The final weight, feed intake, feed conversion ratio and mortality were significantly affected (P<0.05) by the dietary inclusion of PLCSM. This is a clear indication that the inclusion of PLCSM across the treatment can support the growth of the quails, birds fed diet 4 had a better final weight followed by diet 3, 2 and 1 respectively. This could be due to a higher protein content contained in the experimental diet. This agrees with the findings of Odetola et al (2012) and Olatunji et al (2016) when Moringa leaf meals were fed to weaner rabbits but contrary to the reports of Savas Sariözkan (2018) when lemon grass was supplemented in the diets of quails. Preston and Leng (1987) reported that the growth rate of an animal is determined by the feed intake and digestibility, with feed intake being determined by balance of nutrients especially protein in relation to energy for metabolism. Quails fed diet 1 had a high mortality of six (6), however, none was recorded in diet 2, 3 and 4 respectively, this could be as a results of the phytochemicals in the test materials (PLCSM). Pharmacological studies on the bark and leaves of the plants shows display effective antimicrobial activity (Faizi et al, 2003), cytotoxic function (Chang et al, 2006; Chen et al, 2006), hypotensive effects (Saleem et al, 2005).

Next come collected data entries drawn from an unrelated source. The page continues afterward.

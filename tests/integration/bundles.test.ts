// Rerun bundles over the API: build, record, download again byte for byte; refusals name the field.
import JSZip from 'jszip';
import { afterAll, beforeAll, describe, expect, it } from 'vitest';
import type { Db } from '../../src/lib/server/db/create-db';
import { createApiToken } from '../../src/lib/server/services/api-tokens';
import { appDb, teamFixture } from './fixtures';
import { probe, requireEnv } from './http-helpers';

let db: Db;
let fx: Awaited<ReturnType<typeof teamFixture>>;
let token: string;
let viewerToken: string;
const auth = (t: string) => ({ authorization: `Bearer ${t}`, 'content-type': 'application/json' });

beforeAll(async () => {
	db = appDb();
	fx = await teamFixture(db);
	token = (await createApiToken(db, fx.editor.id, { workspaceId: fx.ws, name: 'bundles', role: 'editor', expiresInDays: 1 })).token;
	viewerToken = (await createApiToken(db, fx.viewer.id, { workspaceId: fx.ws, name: 'read', role: 'viewer', expiresInDays: 1 })).token;
});
afterAll(async () => db?.destroy());

describe('rerun bundles', () => {
	it('builds a zip with decks per gamma and per epsilon, a manifest, and records it; a later download is identical', async () => {
		const base = requireEnv('APP_URL');
		const body = { moleculeId: fx.molecule.id, polymorphId: fx.polymorph.id, alpha: 0.2, tuningGammas: [0.2, 0.3], screened: { gammaBohrInv: 0.25, epsilons: [3] }, basis: 'aug-cc-pvdz' };
		const r = await fetch(`${base}/api/v1/workspaces/${fx.ws}/bundles`, { method: 'POST', headers: auth(token), body: JSON.stringify(body) });
		expect(r.status, await r.clone().text()).toBe(201);
		const id = r.headers.get('x-kappaline-bundle')!;
		const bytes = new Uint8Array(await r.arrayBuffer());
		const zip = await JSZip.loadAsync(bytes);
		const names = Object.keys(zip.files);
		const manifestPath = names.find((n) => n.endsWith('manifest.json'))!;
		const manifest = JSON.parse(await zip.file(manifestPath)!.async('string'));
		expect(manifest.schemaVersion).toBe(1);
		expect(names.some((n) => /tuning\/g0p2000\//.test(n))).toBe(true);
		const screened = names.find((n) => /screened\/eps3p000\/.*\.nw$/.test(n))!;
		const deck = await zip.file(screened)!.async('string');
		// science notes section 7: beta = 1/3 - 0.2 and the cam line in the order cam, cam_alpha, cam_beta
		expect(deck).toMatch(/cam 0\.25\d* cam_alpha 0\.2\d* cam_beta 0\.1333/);
		expect(deck).toMatch(/hfexch 1\.0/);

		const list = JSON.parse((await probe(`/api/v1/workspaces/${fx.ws}/bundles?polymorphId=${fx.polymorph.id}`, { headers: auth(viewerToken) })).body);
		expect(list.items.map((b: { id: string }) => b.id)).toContain(id);
		const again = await fetch(`${base}/api/v1/workspaces/${fx.ws}/bundles/${id}`, { headers: auth(viewerToken) });
		expect(again.status).toBe(200);
		expect(Buffer.from(await again.arrayBuffer()).equals(Buffer.from(bytes))).toBe(true);
	});

	it('engine psi4: .in inputs in the same layout, manifest engine psi4, recorded, and downloaded again byte for byte', async () => {
		const base = requireEnv('APP_URL');
		const body = { moleculeId: fx.molecule.id, polymorphId: fx.polymorph.id, engine: 'psi4', alpha: 0.2, tuningGammas: [0.2], screened: { gammaBohrInv: 0.25, epsilons: [3] }, basis: 'def2-svpd' };
		const r = await fetch(`${base}/api/v1/workspaces/${fx.ws}/bundles`, { method: 'POST', headers: auth(token), body: JSON.stringify(body) });
		expect(r.status, await r.clone().text()).toBe(201);
		expect(r.headers.get('content-disposition')).toMatch(/-psi4-\d+\.zip"$/);
		const id = r.headers.get('x-kappaline-bundle')!;
		const bytes = new Uint8Array(await r.arrayBuffer());
		const zip = await JSZip.loadAsync(bytes);
		const names = Object.keys(zip.files);
		expect(names.filter((n) => n.endsWith('.nw'))).toEqual([]);
		const manifest = JSON.parse(await zip.file(names.find((n) => n.endsWith('manifest.json'))!)!.async('string'));
		expect(manifest.engine).toBe('psi4');
		expect(manifest.files.filter((f: { role: string }) => f.role === 'deck').map((f: { path: string }) => f.path)).toEqual([
			'tuning/g0p2000/neutral.in',
			'tuning/g0p2000/cation.in',
			'tuning/g0p2000/anion.in',
			'screened/eps3p000/neutral.in'
		]);
		const deck = await zip.file(names.find((n) => n.endsWith('screened/eps3p000/neutral.in'))!)!.async('string');
		// science notes section 7: beta = 1/3 - 0.2 on x_hf, omega = gamma
		expect(deck).toContain('"x_hf": {"alpha": 0.2, "beta": 0.133333333333, "omega": 0.25}');
		expect(deck).toContain('Needs Psi4 1.4 or newer');
		const list = JSON.parse((await probe(`/api/v1/workspaces/${fx.ws}/bundles?polymorphId=${fx.polymorph.id}`, { headers: auth(viewerToken) })).body);
		expect(list.items.find((b: { id: string }) => b.id === id).summary).toMatch(/^Psi4 · /);
		const again = await fetch(`${base}/api/v1/workspaces/${fx.ws}/bundles/${id}`, { headers: auth(viewerToken) });
		expect(Buffer.from(await again.arrayBuffer()).equals(Buffer.from(bytes))).toBe(true);
	});

	it('refuses an unknown engine with the field named', async () => {
		const bad = await probe(`/api/v1/workspaces/${fx.ws}/bundles`, { method: 'POST', headers: auth(token), body: JSON.stringify({ moleculeId: fx.molecule.id, engine: 'cp2k', alpha: 0.2, tuningGammas: [0.2] }) });
		expect(bad.status).toBe(400);
		expect(bad.body).toMatch(/engine must be nwchem or psi4/);
	});

	it('refuses an epsilon below 1 and an empty request with the field named, and a viewer cannot build', async () => {
		const bad = await probe(`/api/v1/workspaces/${fx.ws}/bundles`, { method: 'POST', headers: auth(token), body: JSON.stringify({ moleculeId: fx.molecule.id, alpha: 0.2, screened: { gammaBohrInv: 0.25, epsilons: [0.5] } }) });
		expect(bad.status).toBe(400);
		expect(JSON.parse(bad.body).error.message).toMatch(/epsilon must be >= 1/);
		const empty = await probe(`/api/v1/workspaces/${fx.ws}/bundles`, { method: 'POST', headers: auth(token), body: JSON.stringify({ moleculeId: fx.molecule.id, alpha: 0.2 }) });
		expect(empty.status).toBe(400);
		const viewer = await probe(`/api/v1/workspaces/${fx.ws}/bundles`, { method: 'POST', headers: auth(viewerToken), body: JSON.stringify({ moleculeId: fx.molecule.id, alpha: 0.2, tuningGammas: [0.2] }) });
		expect(viewer.status).toBe(403);
	});
});
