/**
 * The optimally tuned range-separation parameter gamma* of a gas-phase scan (science notes, section 3).
 *
 * Steps:
 * 1. Check the points; drop excluded ones; sort by gamma; keep the first of duplicated gammas.
 * 2. Compute IP, EA and the J terms per point (tuningTerms); keep the points that have every term the
 *    chosen objective needs ("usable" points). Fewer than 3: error, no optimum.
 * 3. Interpolate each J term over gamma with PCHIP (see pchip-interpolant.ts for the choice) and form the
 *    objective from the interpolated terms (the J terms are smooth; the absolute values are not, so we
 *    interpolate the terms, never the objective).
 * 4. Minimise on every interval between usable grid points, split at the J terms' zero crossings (where
 *    |J| has its kinks), with Brent's method on each smooth piece; the grid points and crossings are
 *    candidates too. Every interval is considered (not only those beside the best grid point), skipping
 *    only pieces whose exact lower bound cannot beat the best value found (cheap even for 1,000 points)
 *    so it finds the global minimum of the interpolated objective; the result is cross-checked against the
 *    best grid point and a warning is given when they are not neighbours.
 * 5. Report gamma*, the objective there, the zero crossings and their distance, the levels at gamma*
 *    (interpolated the same way) and diagnostics in plain words with what to do.
 * When a diagnostic of severity 'error' is present, `optimum` and `bestGridPoint` are null.
 */
import { hartreeToEv } from '../units';
import { basisHasDiffuseFunctions } from './basis-has-diffuse-functions';
import { brentMinimum } from './brent-minimum';
import type { CubicInterpolant } from './cubic-hermite-interpolant';
import { interpolantZeros } from './interpolant-zeros';
import { checkedObjective, objectiveNeeds, objectiveUnit } from './objective-value';
import { pchipInterpolant } from './pchip-interpolant';
import { smoothnessOutliers } from './smoothness-outliers';
import { TuningInputError } from './tuning-input-error';
import { tuningTerms, type TuningTerms } from './tuning-terms';
import {
	SCAN_ENERGY_FIELDS,
	SCAN_ENERGY_LABELS,
	type ScanPoint,
	type TuningDiagnostic,
	type TuningObjective
} from './types';

export interface OptimalGammaOptions {
	/** What gamma* minimises (default 'abs-sum': |J_IP| + |J_EA|). */
	objective?: TuningObjective;
	/**
	 * Warn when the zero crossings of J_IP and of the objective's EA term are farther apart than this,
	 * bohr^-1 (default 0.05; a project default, not a published criterion).
	 */
	crossingDistanceWarnBohrInv?: number;
	/** Warn when fewer usable points than this lie on either side of gamma* (default 2). */
	minPointsEachSide?: number;
	/** Gammas closer than this are duplicates, bohr^-1 (default 1e-6). */
	duplicateToleranceBohrInv?: number;
	/**
	 * A state's total energy whose spread over the scan is below this did not respond to gamma
	 * (the engine ignored the range-separation parameter), hartree (default 1e-6).
	 */
	constantEnergyToleranceHartree?: number;
	/** Smallest jump of an energy away from its smooth curve that is reported, hartree (default 1e-4). */
	outlierThresholdHartree?: number;
	/** Smallest jump relative to the local misfit that is reported (default 10). */
	outlierRelativeFactor?: number;
	/** Tolerance of the minimiser and root finder, bohr^-1 (default 1e-10). */
	toleranceBohrInv?: number;
	/**
	 * Name of the basis set the scan was run with (e.g. 'aug-cc-pVDZ'). When given and it has no diffuse
	 * functions by common naming (see basisHasDiffuseFunctions) while the objective uses an anion term,
	 * a warning is added.
	 */
	basisSet?: string | null;
}

/** The levels and J terms at gamma*, in eV (interpolated; null when not available there). */
export interface GammaOptimum {
	gammaBohrInv: number;
	/** Objective at gamma*, in `objectiveUnit`. */
	objectiveValue: number;
	jIpEv: number;
	jEaEv: number | null;
	jEaLumoEv: number | null;
	/** IP = E(N-1) - E(N). */
	ipEv: number | null;
	/** EA = E(N) - E(N+1). */
	eaEv: number | null;
	/** -eps_HOMO(N). */
	minusHomoEv: number | null;
	/** -eps_LUMO(N). */
	minusLumoEv: number | null;
	/** Fundamental gap IP - EA. */
	gapEv: number | null;
	/** eps_HOMO(N+1) (positive means an unbound anion). */
	homoAnionEv: number | null;
}

export interface ZeroCrossings {
	/** Zero of J_IP nearest gamma* (null if none in the scan), bohr^-1. */
	jIpBohrInv: number | null;
	/** Zero of J_EA = eps_HOMO(N+1) + EA nearest gamma*, bohr^-1. */
	jEaBohrInv: number | null;
	/** Zero of eps_LUMO(N) + EA nearest gamma*, bohr^-1. */
	jEaLumoBohrInv: number | null;
	/** |zero of J_IP - zero of the EA term| (the LUMO variant for 'lumo-variant', else J_EA), bohr^-1. */
	distanceBohrInv: number | null;
	/** Every zero found, per term, ascending. */
	all: { jIp: number[]; jEa: number[]; jEaLumo: number[] };
}

export interface OptimalGammaResult {
	objective: TuningObjective;
	objectiveUnit: 'eV' | 'eV^2';
	optimum: GammaOptimum | null;
	/** The scan point with the smallest objective (row: index in the input array). */
	bestGridPoint: { gammaBohrInv: number; objectiveValue: number; row: number } | null;
	crossings: ZeroCrossings;
	/** Gammas of the points used for the objective, ascending. */
	usedGammasBohrInv: number[];
	diagnostics: TuningDiagnostic[];
}

const fmtG = (g: number): string => g.toFixed(3);
const fmtEv = (e: number): string => `${e >= 0 ? '+' : ''}${e.toFixed(2)}`;
const listG = (gs: number[]): string => gs.map(fmtG).join(', ');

The haematological parameters as influenced by the diets are presented in Table 7. The pack cell volume (PCV) values obtained are 39.07, 48.11, 50.08 and 50.10 (%) for 1, 2, 3 and 4 respectively while those of haemoglobin (Hb) are 10.07, 11.02, 11.08 and 11.10 (g/dl) for 1, 2, 3 and 4 respectively. The red blood cell (RBC) values obtained are 2.06, 3.13, 3.14 and 3.15 (106mm3) for 1, 2, 3 and 4 respectively while those of white blood cell are 123.7, 127.11, 124.1 and 127.9 (106mm3) for 1, 2, 3 and 4 respectively. The MCV values obtained are 108.11, 121.9, 131.2 and 132.05 (f/l) for 1, 2, 3 and 4 respectively while those of MCH are 26.44, 37.01, 38.13 and 39.18 (pg) for 1, 2, 3 and 4 respectively. The PCV, Hb, RBC, MCV, MCH and MCHC were significantly (P<0.05) by the dietary inclusion of PLCSM. The values obtained for all the parameters fall within the range established by Puspamitra et al (2014) for Japanese quails. The haematological results in this experiment are also in agreement with the reports of Obikaonu et al (2014) but contrary to the findings of Olabanji et al (2007) and Alagbe, J.O (2016) on the effects of P. lonifolia leaf meal on the blood profile of broilers. The results obtained for heamatological analysis is a clear indication that PLCSM inclusion in the diets did not affect the formation of blood cells and their constituents; it is also a pointer to nutritional adequacy and safety of the test material (PLCSM).
According to Abdi-Hachesoo (2013), the physiological, nutritional and pathological conditions of animals are usually assessed using heamatological analysis of their blood. Haematological components, which consists of red blood cell (RBC), white blood cell (WBC), MCH, MCV, MCHC are valuable in monitoring feed toxicity especially feed constituents’ that affect the blood as well as health status of animals (Oyawoye and Ogunkunle, 2004). Isaac et al (2013) reported that RBC are involved in the transportation of oxygen, pack cell volume (PCV) are involved in the transport of absorbed nutrients (Soetan et al, 2013). WBC plays a vital role in antibody formation to prevent animals against diseases (Iwuji and Herbert, 2012).
The P. longifolia - Corn silk meal mixture (PLCSM) at 15% inclusion did not have any deleterious effect on the health, blood profile and general performance of quails.